The good news is that there’s still time for policymakers and government agencies to mitigate the risk of antifungal-resistant pathogens.
The first gap to fill is surveillance of fungal pathogens that currently infect people and those that may in the future. For example, estimates show that invasive infections due to Aspergillus, a fungal pathogen that infects people when they breathe in its spores from the environment, cause 15,000 hospitalizations and 800 deaths per year in the United States. Chiller notes that the true numbers are likely much higher, but we just don’t have systems in place to accurately measure the impact of Aspergillus.
The second problem to tackle is the overuse of current antifungals. There are only three main classes of antifungals used to treat invasive fungal infections in humans, compared with at least 12 classes of medically important antibiotics used to treat bacterial infections. The more you use antifungals, the more you drive the evolution of fungal pathogens that resist these drugs. Most people are familiar with athlete’s foot or yeast infections that require treatment with antifungals.

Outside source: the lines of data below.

// directCase measures direct mode: the baseline subscriber, then the
// pipeline, each fed from the pool for one slot.
func (e *benchEnv) directCase(ctx context.Context, pool *benchPool, slot time.Duration) (benchThroughput, error) {
	out := benchThroughput{Case: fmt.Sprintf("direct %d/msg", pool.per), Mode: "direct", PerMessage: pool.per, Baseline: "count"}
	slow0 := e.slowConsumers()
	pub, err := e.connect()
	if err != nil {
		return out, err
	}
	defer pub.Close()

	// Baseline: a subscriber on its own connection that only counts.
	base, err := e.connect()
	if err != nil {
		return out, err
	}
	var got atomic.Uint64
	sub, err := base.Subscribe(pool.prefix+".>", func(*nats.Msg) { got.Add(1) })
	if err == nil {
		err = sub.SetPendingLimits(1<<20, 256<<20)
	}
	if err == nil {
		err = base.Flush()
	}
	if err != nil {
		base.Close()
		return out, err
	}
	t0 := time.Now()
	_, lost, err := pool.publish(ctx, pub, t0.Add(slot), got.Load)
	if err != nil {
		base.Close()
		return out, err
	}
	out.Lost += lost
	out.BaselinePerSec = float64(got.Load()) * float64(pool.per) / time.Since(t0).Seconds()
	base.Close()
	out.SlowConsumers = e.slowConsumers() - slow0

	// The pipeline, on the same messages.
	err = e.directPipeline(ctx, e.cfg, pool, slot, &out)
	return out, err
}

// directPipeline runs the pipeline with the settings of cfg on the pool's
// messages for one slot and fills out's pipeline figures.
func (e *benchEnv) directPipeline(ctx context.Context, cfg *configs.Config, pool *benchPool, slot time.Duration, out *benchThroughput) error {
	out.Commit = commitString(cfg)
	slow0 := e.slowConsumers()
	defer func() { out.SlowConsumers += e.slowConsumers() - slow0 }()
	pub, err := e.connect()
	if err != nil {
		return err
	}
	defer pub.Close()
	dir := filepath.Join(e.dir, fmt.Sprintf("direct-%d-%d", pool.per, cfg.Store.CommitReadings))
	defer os.RemoveAll(dir)
	p, err := e.startPipeline(ctx, cfg, filepath.Join(dir, dbFile), ingest.ModeDirect, pool.prefix, "", nil)
	if err != nil {
		return err
	}
	defer p.stop()
	if err := p.waitLive(ctx, pub, pool.prefix+".bench-probe"); err != nil {
		return err
	}
	if err := p.warmUp(ctx, pub, pool); err != nil {
		return err
	}
	// Untimed traffic first: the first commits of a fresh file and the
	// heap growing to its working size made the first pipeline of a run
	// up to twice as slow as a second one with the same settings, which
	// is start-up, not the steady state measured here.
	s0 := p.svc.Stats().Messages
	if _, _, err := pool.publish(ctx, pub, time.Now().Add(slot/2), func() uint64 { return p.svc.Stats().Messages - s0 }); err != nil {
		return err
	}
	start := p.svc.Stats()
	io0 := diskWritten()
	var c0 commitTotals
	c0.n, c0.bytes, c0.secs = p.commitStats()
	taken := func() uint64 { return p.svc.Stats().Messages - start.Messages }
	t0 := time.Now()
	_, lost, err := pool.publish(ctx, pub, t0.Add(slot), taken)
	if err != nil {
		return err
	}
	out.Lost += lost
	end := p.svc.Stats()
	tEnd := time.Now()
	tCommit, err := p.committed(ctx, end.Applied)
	if err != nil {
		return err
	}
	out.fill(p, end.Applied-start.Applied, t0, tEnd, tCommit, io0, c0)
	return p.stop()
}

// commitConfig returns the configuration serve would read from a file
// that sets only the commit interval and readings, on the bench's bus
// and directory.
func (e *benchEnv) commitConfig(interval time.Duration, readings int) (*configs.Config, error) {
	src := fmt.Sprintf("store: {commit_interval: %s, commit_readings: %d}\n", configs.FormatDuration(interval), readings)
	cfg, err := configs.Parse("(bench commit settings)", []byte(src))
	if err != nil {
		return nil, err
	}
	cfg.Store.Dir, cfg.Bus.Servers = e.dir, e.cfg.Bus.Servers
	return cfg, nil
}

// commitString describes the commit settings of cfg.
func commitString(cfg *configs.Config) string {
	return fmt.Sprintf("every %s or %s readings", configs.FormatDuration(cfg.Store.CommitInterval), grouped(float64(cfg.Store.CommitReadings)))
}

Misusing antifungals in human medicine, including not finishing the entire course of treatment or taking too low of a dose, can drive resistance.
What most people don’t realize is that antifungals are increasingly overused in plant agriculture — tulip production in the Netherlands provides a cautionary tale. Not long ago, Dutch health professionals started seeing patients with Aspergillus fumigatus infections that didn’t respond to the antifungal drug typically used to treat them. Researchers eventually linked resistant strains of Aspergillus to tulip farms, where farmers were widely using antifungals as pesticides, otherwise known as fungicides. That overuse bred deadly drug-resistant strains of Aspergillus that can drift on the wind from tulip farms to people. The terrifying thing about these fungi is that they kill four out of five people that they infect.
The Environmental Protection Agency has allowed fungicide use on crops like fruit orchards, wheat and soy for decades to prevent or mitigate fruit and crop spoilage. On one hand, we haven’t seen the same kind of distressing uptick in antifungal-resistant infections that occurred in the Netherlands from overuse of fungicides on tulip farms. On the other hand, we’re not looking that hard to find any potential uptick even though fungicide use in agriculture has exploded in recent years. According to data from California, the only state that has such information, triazoles, a critical class of antifungals in human medicine, are used at a rate that’s 20 times higher in food production compared with nonfood use.
There are also serious communication failures among the agencies charged with regulating and assessing antifungal use in human medicine and agriculture. While the CDC expresses concern about overusing antifungals, the EPA continues to approve expanded fungicide use in agriculture. For example, the EPA recently approved the fungicide ipflufenoquin for use on pome fruits even though it has the same mode of action as olorofim, a new antifungal being developed for use in humans. This is a recipe for disaster, where the effectiveness of a critical human drug is undermined by agricultural use before it’s even used to treat people.
As a first step, the EPA should withdraw its approval of ipflufenoquin for use in agriculture. And policymakers should restrict the use of any new antifungals to human medicine. That will help ensure that when new fungal pathogens emerge, we’ll have the tools we need to keep people safe. We’re far from the dystopian scenes of “The Last of Us,” but without swift action to keep antifungals effective, we face a darkened future.
Matthew Wellington is the public health campaigns director with PIRG. Lance Price is director of the Antibiotic Resistance Action Center at the George Washington University Milken Institute School of Public Health.